Of course, they lie.

Your first bullet point highlights this. The 20% of 1.5t is based on price rises caused by a shortage of supply relative to demand. Approx. half that 1.5t is based on non-value-added costs caused by this.

If supply is allowed to meet demand, then a lot of that non-valued added rentier gain will disappear.

But with the artificial jump in price, then the % falls, making it look better than it is. As a metric for determining what is 'good', it has less relevance, ie it has decoupled from being a meaningful measure of performance.

And we know all this and more because, in other jurisdictions where they have had all the same 'reasons' happen to them, their prices have stayed around 3 to 4 x median household income.

Also, I think the issue of council rate increases needed to feed council infrastructure stuff-ups is going to be a drag on the price.

And in the face of climate change virtue signalling, the Govt. are not going to be able to increase the cost to build, or open up the immigration tap like they used to.

Bernard, one issue you could look into, is where the present housing demand is coming from?

Is it all internal NZers, ex-pats, or money coming from the Aussie and Singaporean foreign exemptions?
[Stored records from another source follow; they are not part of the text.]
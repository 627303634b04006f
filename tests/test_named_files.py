"""A file that cannot be read is traced to where it was named, and a folder given where a file
is expected is said to be one.

A unit file naming a fixture that is not there used to report only the fixture's absolute path
("file not found"), not the key and line of the unit file that named it; a folder given as
``--unit`` ended in ``cannot read the file: [Errno 21] Is a directory``, and as ``rig sim
--station-out`` in a traceback.  Source: the project's own conventions (every problem names the
file, key and line and what was expected; exit code 2 for bad input; never a traceback).
"""

from __future__ import annotations

import shutil
from pathlib import Path

import pytest
from bench_helpers import SEQUENCES
from doc_blocks import write_complete_examples

from rig.cli import main
from rig.config.sequence import load_sequence
from rig.config.station import load_station
from rig.errors import ConfigError


def errors(capsys: pytest.CaptureFixture[str], *args: object) -> list[str]:
    """The problems rig prints for a command that must refuse its input (exit code 2)."""
    capsys.readouterr()
    assert main([str(a) for a in args]) == 2
    captured = capsys.readouterr()
    assert "Traceback" not in captured.err
    return [line.strip() for line in captured.err.splitlines()]


def line_of(path: Path, text: str) -> int:
    return next(n for n, row in enumerate(path.read_text("utf-8").splitlines(), 1) if text in row)


@pytest.fixture
def example(tmp_path: Path) -> dict[str, Path]:
    paths = write_complete_examples(tmp_path)
    (tmp_path / "folder").mkdir()
    paths["folder"] = tmp_path / "folder"
    return paths


def printed_for(
    capsys: pytest.CaptureFixture[str], args: list[str], example: dict[str, Path]
) -> list[str]:
    """What rig prints refusing ``args``, where ``{unit.toml}`` ... stand for the examples."""
    named = {f"{{{name}}}": str(path) for name, path in example.items()}
    return errors(capsys, *(named.get(a, a) for a in args))


def renamed(path: Path, old: str, new: str) -> Path:
    """A copy of ``path`` beside it with ``old`` (which must be there) written as ``new``."""
    text = path.read_text("utf-8")
    assert old in text
    copy = path.with_name(f"renamed-{path.name}")
    copy.write_text(text.replace(old, new), encoding="utf-8")
    return copy


@pytest.mark.parametrize("command", ["check", "sim"])
def test_a_unit_files_missing_fixture_is_put_at_the_key_that_names_it(
    command: str, example: dict[str, Path], capsys: pytest.CaptureFixture[str]
) -> None:
    unit = renamed(example["unit.toml"], 'fixture = "fixture.toml"', 'fixture = "gone.toml"')
    gone = unit.parent / "gone.toml"
    assert errors(capsys, command, "--unit", unit)[1:] == [
        f"{unit}:{line_of(unit, 'gone.toml')} [unit.fixture]: 'gone.toml' ({gone}): file not found"
    ]


def test_a_unit_files_fixture_that_is_a_folder_is_said_to_be_one(
    example: dict[str, Path], capsys: pytest.CaptureFixture[str]
) -> None:
    unit = renamed(example["unit.toml"], 'fixture = "fixture.toml"', 'fixture = "folder"')
    assert errors(capsys, "check", "--unit", unit)[1:] == [
        f"{unit}:{line_of(unit, 'folder')} [unit.fixture]: 'folder' ({example['folder']}): "
        "is a folder; expected a fixture file (.toml)"
    ]


def test_a_station_files_missing_fixture_is_put_at_the_key_that_names_it(
    example: dict[str, Path],
) -> None:
    station = renamed(example["station.toml"], 'fixture = "fixture.toml"', 'fixture = "gone.toml"')
    with pytest.raises(ConfigError) as caught:
        load_station(station)
    gone = station.parent / "gone.toml"
    assert [str(p) for p in caught.value.problems] == [
        f"{station}:{line_of(station, 'gone.toml')} [station.fixture]: 'gone.toml' ({gone}): "
        "file not found"
    ]


def test_a_harness_steps_missing_wire_list_is_put_at_the_key_that_names_it(
    tmp_path: Path,
) -> None:
    shutil.copy(SEQUENCES / "harness" / "harness-proof.toml", tmp_path / "proof.toml")
    sequence = renamed(tmp_path / "proof.toml", '"wire-list.csv"', '"gone.csv"')
    with pytest.raises(ConfigError) as caught:
        load_sequence(sequence)
    gone = tmp_path / "gone.csv"
    assert [str(p) for p in caught.value.problems] == [
        f"{sequence}:{line_of(sequence, 'gone.csv')} [steps[1].wire_list]: 'gone.csv' ({gone}): "
        "file not found"
    ]


FOLDER_GIVEN = [
    (["check", "--unit", "{folder}"], "a unit file (.toml)"),
    (["check", "--station", "{folder}"], "a station file (.toml)"),
    (["check", "--fixture", "{folder}"], "a fixture file (.toml)"),
    (["check", "--fixture", "{fixture.toml}", "--wire-list", "{folder}"], "a wire list (.csv)"),
    (["check", "{folder}", "--station", "{station.toml}"], "a sequence file (.toml)"),
    (["limits", "{sequence.toml}", "--unit", "{folder}"], "a unit file (.toml)"),
    (["harness", "sim", "{folder}", "--fixture", "{fixture.toml}"], "a wire list (.csv)"),
    (["harness", "sim", "w.csv", "--fixture", "{folder}"], "a fixture file (.toml)"),
    (["stats", "grr", "--csv", "{folder}", "--store", "x"], "a gauge study (.csv)"),
]


@pytest.mark.parametrize(("args", "expected"), FOLDER_GIVEN)
def test_a_folder_given_for_a_file_to_read_is_said_to_be_one(
    args: list[str],
    expected: str,
    example: dict[str, Path],
    capsys: pytest.CaptureFixture[str],
) -> None:
    printed = printed_for(capsys, args, example)
    said = f"{example['folder']}: is a folder; expected {expected}"
    assert said in printed or f"rig: {said}" in printed, printed


def test_a_folder_as_the_store_is_said_to_be_one(
    example: dict[str, Path], capsys: pytest.CaptureFixture[str]
) -> None:
    assert errors(capsys, "runs", "--store", example["folder"]) == [
        f"rig: --store {example['folder']}: is a folder; expected a results store file (SQLite)"
    ]


@pytest.mark.parametrize(
    ("args", "expected"),
    [
        (["sim", "--unit", "{unit.toml}", "--state-file", "{folder}"], "a JSON file to write"),
        (
            ["harness", "capture", "--station", "{station.toml}", "--serial", "H", "--ambient",
             "23 degC", "--out", "{folder}"],
            "a wire list (.csv) to write",
        ),
    ],
)  # fmt: skip
def test_a_folder_for_a_file_to_write_with_no_name_of_its_own_is_refused_before_anything_opens(
    args: list[str],
    expected: str,
    example: dict[str, Path],
    capsys: pytest.CaptureFixture[str],
) -> None:
    # the complete example station names instruments at addresses nobody serves: a refusal
    # that came after opening them would name them instead
    option = args[-2]
    assert printed_for(capsys, args, example) == [
        f"rig: {option} {example['folder']}: is a folder; expected {expected}"
    ]
    assert list(example["folder"].iterdir()) == []


def test_a_capture_out_ending_with_a_slash_is_refused_before_anything_opens(
    example: dict[str, Path], capsys: pytest.CaptureFixture[str]
) -> None:
    # `rig harness capture --out newdir/` wrote a FILE named newdir; a captured wire list has no
    # name of its own to take in a folder (POSIX.1-2017, 4.13: a trailing slash names a
    # directory), so it is refused, and nothing is made, before the bench is opened
    folder = example["folder"] / "newdir"
    args = ["harness", "capture", "--station", "{station.toml}", "--serial", "H", "--ambient",
            "23 degC", "--out", f"{folder}/"]  # fmt: skip
    assert printed_for(capsys, args, example) == [
        f"rig: --out {folder}/: names a folder (it ends with /); expected a wire list (.csv) to "
        "write"
    ]
    assert not folder.exists()


@pytest.fixture(scope="module")
def demo_store(tmp_path_factory: pytest.TempPathFactory) -> Path:
    """The demo's results store (its runs through the virtual bench), read by the tests here."""
    folder = tmp_path_factory.mktemp("demo")
    assert main(["demo", "--data-dir", str(folder)]) == 0
    return folder / "results.sqlite"


def test_a_folder_for_a_report_gets_the_report_under_its_usual_name(
    tmp_path: Path, demo_store: Path, capsys: pytest.CaptureFixture[str]
) -> None:
    store = demo_store
    folder = tmp_path / "out"
    folder.mkdir()
    capsys.readouterr()
    assert main(["report", "1", "--store", str(store), "--out", str(folder)]) == 0
    written = list(folder.iterdir())
    assert [p.suffix for p in written] == [".html"] and written[0].name.startswith("run-1-")
    assert f"written to {written[0]}" in capsys.readouterr().out
    assert main(["stats", "--store", str(store), "--html", str(folder)]) == 0
    assert (folder / "stats.html").is_file()


def test_an_out_ending_with_a_slash_is_a_folder_made_for_the_report(
    tmp_path: Path, demo_store: Path, capsys: pytest.CaptureFixture[str]
) -> None:
    # `rig report 1 --out reports/` wrote a FILE named reports where that folder did not exist
    # (and `rig stats --html charts/` one named charts); a path ending in a slash names a
    # directory (POSIX.1-2017, 4.13 Pathname Resolution), as `rig sim --station-out` reads it
    folder = tmp_path / "new" / "reports"
    capsys.readouterr()
    assert main(["report", "1", "--store", str(demo_store), "--out", f"{folder}/"]) == 0
    written = list(folder.iterdir())
    assert [p.name[:6] for p in written] == ["run-1-"] and written[0].suffix == ".html"
    assert f"written to {written[0]}" in capsys.readouterr().out
    charts = tmp_path / "charts"
    assert main(["stats", "--store", str(demo_store), "--html", f"{charts}/"]) == 0
    assert [p.name for p in charts.iterdir()] == ["stats.html"]
    assert f"page with the charts written to {charts / 'stats.html'}" in capsys.readouterr().out
    # a file where the folder is named: refused, the file left as it was
    taken = tmp_path / "taken"
    taken.write_text("mine\n", encoding="utf-8")
    for args in (["report", "1", "--out"], ["stats", "--html"]):
        option = args[-1]
        assert errors(capsys, *args, f"{taken}/", "--store", demo_store) == [
            f"rig: {option} {taken}/: names a folder, but {taken} is a file"
        ]
        assert taken.read_text(encoding="utf-8") == "mine\n"


BLANK_NAME = "names no file; expected the path of {what} (relative to this file), found {text!r}"
"""A blank ``fixture`` used to be taken as the naming file's own folder: a unit file was read as
its own fixture map (four problems about keys it never had), a station ended in a traceback; a
blank ``wire_list`` left its harness step out of the plan.  Source: docs/unit-file.md,
docs/station-file.md and docs/harness.md (each key is required) and the project's conventions
(a clear problem at the key, exit code 2, never a traceback)."""


@pytest.mark.parametrize("text", ["", "  "])
@pytest.mark.parametrize("command", ["check", "sim"])
def test_a_unit_file_naming_no_fixture_says_so_at_its_key(
    command: str, text: str, example: dict[str, Path], capsys: pytest.CaptureFixture[str]
) -> None:
    unit = renamed(example["unit.toml"], 'fixture = "fixture.toml"', f'fixture = "{text}"')
    what = "the fixture map the unit sits on"
    assert errors(capsys, command, "--unit", unit)[1:] == [
        f"{unit}:{line_of(unit, 'fixture =')} [unit.fixture]: "
        + BLANK_NAME.format(what=what, text=text)
    ]


def test_a_station_file_naming_no_fixture_says_so_at_its_key(
    example: dict[str, Path], capsys: pytest.CaptureFixture[str]
) -> None:
    station = renamed(example["station.toml"], 'fixture = "fixture.toml"', 'fixture = ""')
    what = "the station's fixture map"
    assert errors(capsys, "check", "--station", station)[1:] == [
        f"{station}:{line_of(station, 'fixture =')} [station.fixture]: "
        + BLANK_NAME.format(what=what, text="")
    ]


def test_a_harness_step_naming_no_wire_list_says_so_at_its_key(tmp_path: Path) -> None:
    # it used to load as valid and the step was left out of the plan, proving nothing
    shutil.copy(SEQUENCES / "harness" / "harness-proof.toml", tmp_path / "proof.toml")
    sequence = renamed(tmp_path / "proof.toml", '"wire-list.csv"', '""')
    with pytest.raises(ConfigError) as caught:
        load_sequence(sequence)
    what = "the harness's wire list (.csv)"
    assert [str(p) for p in caught.value.problems] == [
        f"{sequence}:{line_of(sequence, 'wire_list =')} [steps[1].wire_list]: "
        + BLANK_NAME.format(what=what, text="")
    ]
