def test_nothing_moves_ahead_once_a_stop_is_asked(tmp_path: Path) -> None:
    # The stop comes while the first route's reading integrates: the reading still comes in
    # (it is kept), but the next route is not sent, and the run ends aborted and safe.
    run = logged_run(tmp_path, stop_when_read=True)
    assert run.summary.status == "aborted"
    after_stop = run.log[run.log.index(("stop", None)) :]
    assert not [entry for entry in after_stop if entry[0] == "send"]  # only the safe state


def test_nothing_moves_ahead_across_steps_while_the_supply_is_on(tmp_path: Path) -> None:
    # Five powered steps (the fault drills' sequence, each on its own route): a step's supply is
    # checked once its reading is in, so the next step's route waits for that step to start, and
    # a trip the next route causes is that step's own.  At the end, with the supply on, the safe
    # state proves it off before any relay opens (no opening ahead).
    path = tmp_path / "powered.toml"
    path.write_text(DRILL_SEQUENCE, encoding="utf-8")
    run = logged_run(tmp_path, unit="pressure-circuit", sequence=path)
    assert run.summary.status == "complete"
    log = run.log
    for planned in run.plan.steps:
        assert log.index(("send", planned.relay_sets[0])) > log.index(
            ("StepStarted", planned.spec.id)
        )
    assert ("send", frozenset()) not in log and ("open_all", frozenset()) in log


class _Powered:
    """Step texts for every kind that runs its routes in order, with the supply on where the
    kind can have it (values invented for the test)."""

    SUPPLY = 'supply = { pos = "P_5V", neg = "P_GND", voltage = "5 V", limit = "50 mA" }\n'
    STEPS = (
        '[[steps]]\nid = "pt"\nkind = "reference-temperature"\nforce_hi = "PT_FH"\n'
        'sense_hi = "PT_SH"\nforce_lo = "PT_FL"\nsense_lo = "PT_SL"\nlow = "10 degC"\n'
        'high = "40 degC"\n'
        '[[steps]]\nid = "v"\nkind = "volts"\nhi = "P_SIG"\nlo = "P_GND"\nlow = "0 V"\n'
        'high = "5 V"\n' + SUPPLY + '[[steps]]\nid = "r2"\nkind = "resistance"\nhi = "S_SIG"\n'
        'lo = "C_SIG"\nhigh = "1 ohm"\n'
        '[[steps]]\nid = "r4"\nkind = "resistance"\nhi = "T1"\nlo = "T2"\nwires = 4\n'
        'high = "10 kohm"\n'
        '[[steps]]\nid = "drop"\nkind = "wire-drop"\nfrom = "P_SIG"\nto = "C_PSIG"\n'
        'reference = "CHASSIS"\nmax = "0.01 V"\n' + SUPPLY + '[[steps]]\nid = "gnd"\n'
        'kind = "ground-drop"\npin = "P_GND"\nmax = "0.02 V"\n' + SUPPLY + "[[steps]]\n"
        'id = "ntc-v"\nkind = "ntc"\nmeasure = "voltage"\nhi = "S_SIG"\nlo = "S_GND"\n'
        'r25 = "2 kohm"\nbeta = "3450 K"\ntemperature_from = "pt"\ntolerance = "5 %"\n'
        'pullup = "2.49 kohm"\nreference = "5 V"\n' + SUPPLY + '[[steps]]\nid = "ntc-r"\n'
        'kind = "ntc"\nhi = "T1"\nlo = "T2"\nr25 = "2 kohm"\nbeta = "3450 K"\n'
        'temperature_from = "pt"\ntolerance = "5 %"\n'
        '[[steps]]\nid = "map"\nkind = "ratiometric"\noutput = "P_SIG"\npower = "P_5V"\n'
        'ground = "P_GND"\nrange_low = "20 kPa"\nrange_high = "250 kPa"\ntolerance = "2 %"\n'
        + SUPPLY
    )


def test_every_kind_and_mode_keeps_its_promise_powered_or_not(tmp_path: Path) -> None:
    path = tmp_path / "kinds.toml"
    path.write_text('[sequence]\nname = "kinds"\nreorder = false\n' + _Powered.STEPS)
    plan = load_plan(path, offline_demo_station("kinds", tmp_path))
    powered = 0
    for planned in plan.steps:
        kind = KINDS[planned.spec.kind]
        assert kind.routes_in_order, planned.spec.kind
        context = RecordingContext(plan)
        kind.run(context, planned.spec)  # type: ignore[arg-type]
        expected = [("power", planned.spec.supply)]
        expected += [("measure_on", route) for route in kind.routes(planned.spec)]
        assert [c for c in context.calls if c[0] != "measure"] == expected, planned.spec.id
        powered += planned.spec.supply is not None
    assert powered == 5


def test_ctrl_c_as_the_run_starts_still_ends_it_safe_and_recorded(tmp_path: Path) -> None:
    # The safe start arms the watchdog and sends the first route ahead before the run's first
    # event; Ctrl-C while that event is shown (the CLI printing it) must still end the run safe,
    # the watchdog off, and recorded as interrupted.
    with shipped_bench("temp-circuit", folder=tmp_path) as (_, station):
        plan = load_plan(SEQUENCES / "temp-circuit-check.toml", station)
        instruments = open_bench(station)
        store = ResultStore(tmp_path / "r.sqlite")
        started: list[int] = []
        try:
            engine = Engine(plan, instruments, store)
            deliver = engine.listener

            def interrupted(event: Event) -> None:
                deliver(event)
                if isinstance(event, RunStarted):
                    started.append(event.run_id)
                    raise KeyboardInterrupt

            engine.listener = interrupted
            with pytest.raises(KeyboardInterrupt):
                engine.run("CTRL-C-1")
            relays = instruments.relays
            assert isinstance(relays, SerialRelayBox)
            assert relays.closed_relays() == frozenset()
            assert relays.watchdog_state().watchdog is WatchdogMode.OFF
            run = store.run(started[0])
        finally:
            close_bench(instruments)
            store.close()
    assert run["status"] == "aborted" and "interrupted" in str(run["reason"])
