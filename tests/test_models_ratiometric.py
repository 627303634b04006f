"""Ratiometric pressure sensor."""

from __future__ import annotations

import numpy as np
import pytest

from rig.models import ModelInputError, Ratiometric

# common practice, no published source: 10 % to 90 % of supply over the span, so a 5 V
# sensor reads 0.5 V at its minimum and 4.5 V at its maximum
SENSOR = Ratiometric(p_min=0.0, p_max=100.0)


def test_span_end_points() -> None:
    # common practice, no published source: 0.5 V and 4.5 V at 5 V supply
    assert SENSOR.output_v(0.0, 5.0) == pytest.approx(0.5)
    assert SENSOR.output_v(100.0, 5.0) == pytest.approx(4.5)
    # hand calculation: mid-span is 50 % of supply
    assert SENSOR.fraction_at(50.0) == pytest.approx(0.5)


def test_output_follows_the_supply() -> None:
    # ratiometric: the same pressure at 4.8 V supply gives the same fraction (hand calculation)
    assert SENSOR.output_v(25.0, 4.8) == pytest.approx(0.3 * 4.8)
    assert SENSOR.pressure_at(0.3 * 4.8, 4.8) == pytest.approx(25.0)


def test_round_trip_vectorised() -> None:
    p = np.linspace(-10.0, 110.0, 25)
    v = SENSOR.output_v(p, 5.0)
    assert isinstance(v, np.ndarray) and v.shape == p.shape
    np.testing.assert_allclose(SENSOR.pressure_at(v, 5.0), p, atol=1e-12)
    assert type(SENSOR.output_v(1.0, 5.0)) is float


def test_inverted_output_sensor() -> None:
    s = Ratiometric(p_min=-1.0, p_max=1.0, frac_min=0.9, frac_max=0.1)
    assert s.fraction_at(1.0) == pytest.approx(0.1)
    assert s.pressure_at(0.5 * 5.0, 5.0) == pytest.approx(0.0)


@pytest.mark.parametrize(
    ("kwargs", "match"),
    [
        ({"p_min": 1.0, "p_max": 1.0}, "must differ"),
        ({"p_min": 0.0, "p_max": 1.0, "frac_min": -0.1}, "frac_min"),
        ({"p_min": 0.0, "p_max": 1.0, "frac_max": 1.5}, "frac_max"),
        ({"p_min": 0.0, "p_max": 1.0, "frac_min": 0.5, "frac_max": 0.5}, "must differ"),
        ({"p_min": float("nan"), "p_max": 1.0}, "p_min"),
    ],
)
def test_bad_parameters_are_clear_errors(kwargs: dict[str, float], match: str) -> None:
    with pytest.raises(ModelInputError, match=match):
        Ratiometric(**kwargs)


def test_bad_supply_is_a_clear_error() -> None:
    with pytest.raises(ModelInputError, match="v_supply"):
        SENSOR.pressure_at(2.5, 0.0)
From what I can tell, the total mid-term demand has not changed. Many sales are off the plan, especially sections and house and land packages, with title and settlement up to 24 months away. This is pulling future demand into the present and thus those people that would have been buying in 24 months under a more stable environment have bought today, which bumped up today's demand and supply imbalance, but also means they won't be around to buy in 24 months time, so will cause a reversal in at that time.